(Beginning of Record set)
def _same_value(a, b, depth: int = 0) -> bool:
    """True when two captured values surely compute alike (identity, or equal plain data / arrays)."""
    if a is b:
        return True
    if type(a) is not type(b) or depth > 4:
        return False
    if isinstance(a, (float, complex)):
        return repr(a) == repr(b)  # bitwise for practical purposes: -0.0 and nan kept apart / together
    if isinstance(a, (int, str, bytes, type(None))):
        return a == b
    if isinstance(a, (tuple, list)):
        return len(a) == len(b) and all(_same_value(u, v, depth + 1) for u, v in zip(a, b))
    if isinstance(a, dict):
        return a.keys() == b.keys() and all(_same_value(a[key], b[key], depth + 1) for key in a)
    if isinstance(a, (np.ndarray, np.generic, jax.Array)) and not _validate.is_tracer(a):
        x, y = np.asarray(a), np.asarray(b)
        return x.dtype == y.dtype and x.shape == y.shape and x.tobytes() == y.tobytes()
    if isinstance(a, types.FunctionType):
        return _same_function(a, b, depth + 1)
    if isinstance(a, functools.partial):
        return (
            _same_value(a.func, b.func, depth + 1)
            and _same_value(a.args, b.args, depth + 1)
            and _same_value(a.keywords, b.keywords, depth + 1)
        )
    if isinstance(a, types.MethodType):
        return a.__self__ is b.__self__ and a.__func__ is b.__func__
    return False


def _same_function(f, g, depth: int = 0) -> bool:
    """Same code, same module globals, equal defaults and equal captured values (cells)."""
    cf, cg = f.__closure__ or (), g.__closure__ or ()
    try:
        cells = [(u.cell_contents, v.cell_contents) for u, v in zip(cf, cg)]
    except ValueError:  # an empty cell (a name not bound yet)
        return False
    return (
        f.__code__ == g.__code__
        and f.__globals__ is g.__globals__
        and len(cf) == len(cg)
        and _same_value(f.__defaults__, g.__defaults__, depth)
        and _same_value(f.__kwdefaults__, g.__kwdefaults__, depth)
        and all(_same_value(u, v, depth) for u, v in cells)
    )
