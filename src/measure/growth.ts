/**
 * Template growth by transcript: for each transcript in coding order, the themes that entered the
 * template's working life there, so that the curve shows how the template grew.
 *
 * A theme enters at the first transcript (in coding order) that carries a coding of it, or at the
 * transcript being coded when the theme was added to the template (the last one whose first
 * coding is at or before the revision), whichever comes first. So the initial template's themes,
 * a priori ones included, count at the transcripts of the first batch that introduced them, and a
 * theme added mid-way counts where the analyst was working when it was added. A theme of the
 * initial template that no passage carries yet has entered nowhere: it is reported apart.
 *
 * A flattening curve says that recent transcripts added little to the template; it is not proof
 * that the template is complete (the next transcript may still differ), and it depends on the
 * order in which transcripts were coded.
 */

export interface GrowthTheme {
  id: string;
  /** The theme's path now (or its name with "(retired)"). */
  path: string;
  /** A top-level theme, or a sub-theme at any depth. */
  topLevel: boolean;
  /** ISO 8601: when the theme was added to the template. */
  addedAt: string;
}

export interface TranscriptStart {
  transcript: string;
  /** ISO 8601: when the transcript's first coding was made. */
  firstCodedAt: string;
}

export interface GrowthInput {
  themes: readonly GrowthTheme[];
  /** The transcripts coded so far; sorted here by first coding (ties keep the given order). */
  transcripts: readonly TranscriptStart[];
  /** Which transcripts carry a coding of which theme (any order; repeats allowed). */
  coded: readonly { themeId: string; transcript: string }[];
}

export interface Entered {
  id: string;
  path: string;
  topLevel: boolean;
  /** 'coded': first coded in this transcript; 'added': added to the template while it was coded. */
  how: 'coded' | 'added';
}

export interface GrowthPoint {
  transcript: string;
  /** 1-based position in coding order. */
  order: number;
  first_coded_at: string;
  new_themes: number;
  new_sub_themes: number;
  entered: Entered[];
  /** Themes and sub-themes that have entered so far, this transcript included. */
  cumulative: number;
}

export interface GrowthReport {
  curve: GrowthPoint[];
  /** Themes of the template before coding began that no passage carries yet. */
  not_yet_coded: { id: string; path: string; topLevel: boolean }[];
  note: string;
}

export const GROWTH_NOTE =
  'Template growth shows, for each transcript in the order it was coded, the themes first coded or added there. ' +
  'A flattening curve means recent transcripts added little to the template; it is not proof that the template is complete, ' +
  'and the curve depends on the order in which transcripts were coded.';

function time(iso: string, what: string): number {
  const t = Date.parse(iso);
  if (Number.isNaN(t)) throw new RangeError(`${what} is not an ISO 8601 timestamp: ${JSON.stringify(iso)}`);
  return t;
}

export function templateGrowth(input: GrowthInput): GrowthReport {
  const order = input.transcripts.map((tr) => ({ tr, t: time(tr.firstCodedAt, `first coding of ${tr.transcript}`) })).sort((a, b) => a.t - b.t);
  const place = new Map(order.map((o, i) => [o.tr.transcript, i]));
  const firstCoded = new Map<string, number>();
  for (const c of input.coded) {
    const i = place.get(c.transcript);
    if (i === undefined) continue;
    const was = firstCoded.get(c.themeId);
    if (was === undefined || i < was) firstCoded.set(c.themeId, i);
  }
  /** The transcript being coded at time t: the last begun at or before it; -1 before coding began. */
  const workingAt = (t: number): number => {
    let lo = 0;
    let hi = order.length;
    while (lo < hi) {
      const mid = (lo + hi) >> 1;
      if (order[mid]!.t <= t) lo = mid + 1;
      else hi = mid;
    }
    return lo - 1;
  };
  const buckets: Entered[][] = order.map(() => []);
  const notYet: GrowthReport['not_yet_coded'] = [];
  for (const th of input.themes) {
    const coded = firstCoded.get(th.id);
    const added = workingAt(time(th.addedAt, `addition of ${th.path}`));
    const viaAdd = added >= 0 ? added : undefined;
    let at: number | undefined;
    let how: Entered['how'] = 'coded';
    if (coded !== undefined && (viaAdd === undefined || coded <= viaAdd)) at = coded;
    else if (viaAdd !== undefined) {
      at = viaAdd;
      how = 'added';
    }
    if (at === undefined) notYet.push({ id: th.id, path: th.path, topLevel: th.topLevel });
    else buckets[at]!.push({ id: th.id, path: th.path, topLevel: th.topLevel, how });
  }
  let cumulative = 0;
  const curve = order.map(({ tr }, i): GrowthPoint => {
    const entered = buckets[i]!;
    const top = entered.filter((e) => e.topLevel).length;
    cumulative += entered.length;
    return { transcript: tr.transcript, order: i + 1, first_coded_at: tr.firstCodedAt, new_themes: top, new_sub_themes: entered.length - top, entered, cumulative };
  });
  return { curve, not_yet_coded: notYet, note: GROWTH_NOTE };
}
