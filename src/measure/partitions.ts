/**
 * Comparing two partitions of the same items (e.g. discovered clusters against themes coders
 * later gave): adjusted Rand index and normalised mutual information, with scikit-learn's
 * definitions and special cases so that its values check ours.
 */

type Labels = readonly (string | number)[];

interface Contingency {
  n: number;
  rows: number[]; // class sizes
  cols: number[]; // cluster sizes
  /** Non-zero cells with the sizes of their class and cluster. */
  cells: { count: number; row: number; col: number }[];
}

function contingency(a: Labels, b: Labels): Contingency {
  if (a.length !== b.length) throw new RangeError(`the two labellings differ in length (${a.length} and ${b.length})`);
  const ra = new Map<string | number, number>();
  const cb = new Map<string | number, number>();
  const cell = new Map<string, { x: string | number; y: string | number; count: number }>();
  for (let i = 0; i < a.length; i++) {
    const x = a[i]!;
    const y = b[i]!;
    ra.set(x, (ra.get(x) ?? 0) + 1);
    cb.set(y, (cb.get(y) ?? 0) + 1);
    // JSON keeps 1 and '1' apart, as the label maps do.
    const key = JSON.stringify([x, y]);
    const c = cell.get(key);
    if (c) c.count++;
    else cell.set(key, { x, y, count: 1 });
  }
  const cells = [...cell.values()].map((c) => ({ count: c.count, row: ra.get(c.x)!, col: cb.get(c.y)! }));
  return { n: a.length, rows: [...ra.values()], cols: [...cb.values()], cells };
}

const pairs = (m: number): number => (m * (m - 1)) / 2;

/**
 * Adjusted Rand index (Hubert and Arabie 1985): the Rand index corrected for chance, 1 for
 * identical partitions (up to renaming), about 0 for independent ones, negative below chance.
 * Like scikit-learn, identical partitions (including the degenerate all-in-one or all-apart
 * cases, where the correction is 0 / 0) score 1.
 */
export function adjustedRandIndex(a: Labels, b: Labels): number {
  const { n, rows, cols, cells } = contingency(a, b);
  const sumCells = cells.reduce((s, c) => s + pairs(c.count), 0);
  const sumRows = rows.reduce((s, m) => s + pairs(m), 0);
  const sumCols = cols.reduce((s, m) => s + pairs(m), 0);
  // No pair split one way and joined the other: the same partition.
  if (sumRows === sumCells && sumCols === sumCells) return 1;
  const expected = (sumRows * sumCols) / pairs(n);
  const max = (sumRows + sumCols) / 2;
  return (sumCells - expected) / (max - expected);
}

/** Shannon entropy (natural log) of a labelling given its group sizes. */
function entropy(sizes: number[], n: number): number {
  let h = 0;
  for (const m of sizes) if (m > 0) h -= (m / n) * Math.log(m / n);
  return h;
}

/**
 * Normalised mutual information, MI / ((H(a) + H(b)) / 2): scikit-learn's default
 * ('arithmetic') normalisation, equal to the V-measure. 1 when both labellings put everything
 * in one group (scikit-learn's convention); 0 when the mutual information is 0.
 */
export function normalizedMutualInfo(a: Labels, b: Labels): number {
  const { n, rows, cols, cells } = contingency(a, b);
  if ((rows.length === 1 && cols.length === 1) || n === 0) return 1;
  let mi = 0;
  for (const c of cells) mi += (c.count / n) * Math.log((c.count * n) / (c.row * c.col));
  mi = Math.max(0, mi); // rounding can take an MI of 0 just below it
  if (mi === 0) return 0;
  return mi / ((entropy(rows, n) + entropy(cols, n)) / 2);
}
(End of Record set)
Problem to solve: Copy out, from the material above, each line in which the string "GrowthTheme" is found.

Solved problem:
export interface GrowthTheme {
  themes: readonly GrowthTheme[];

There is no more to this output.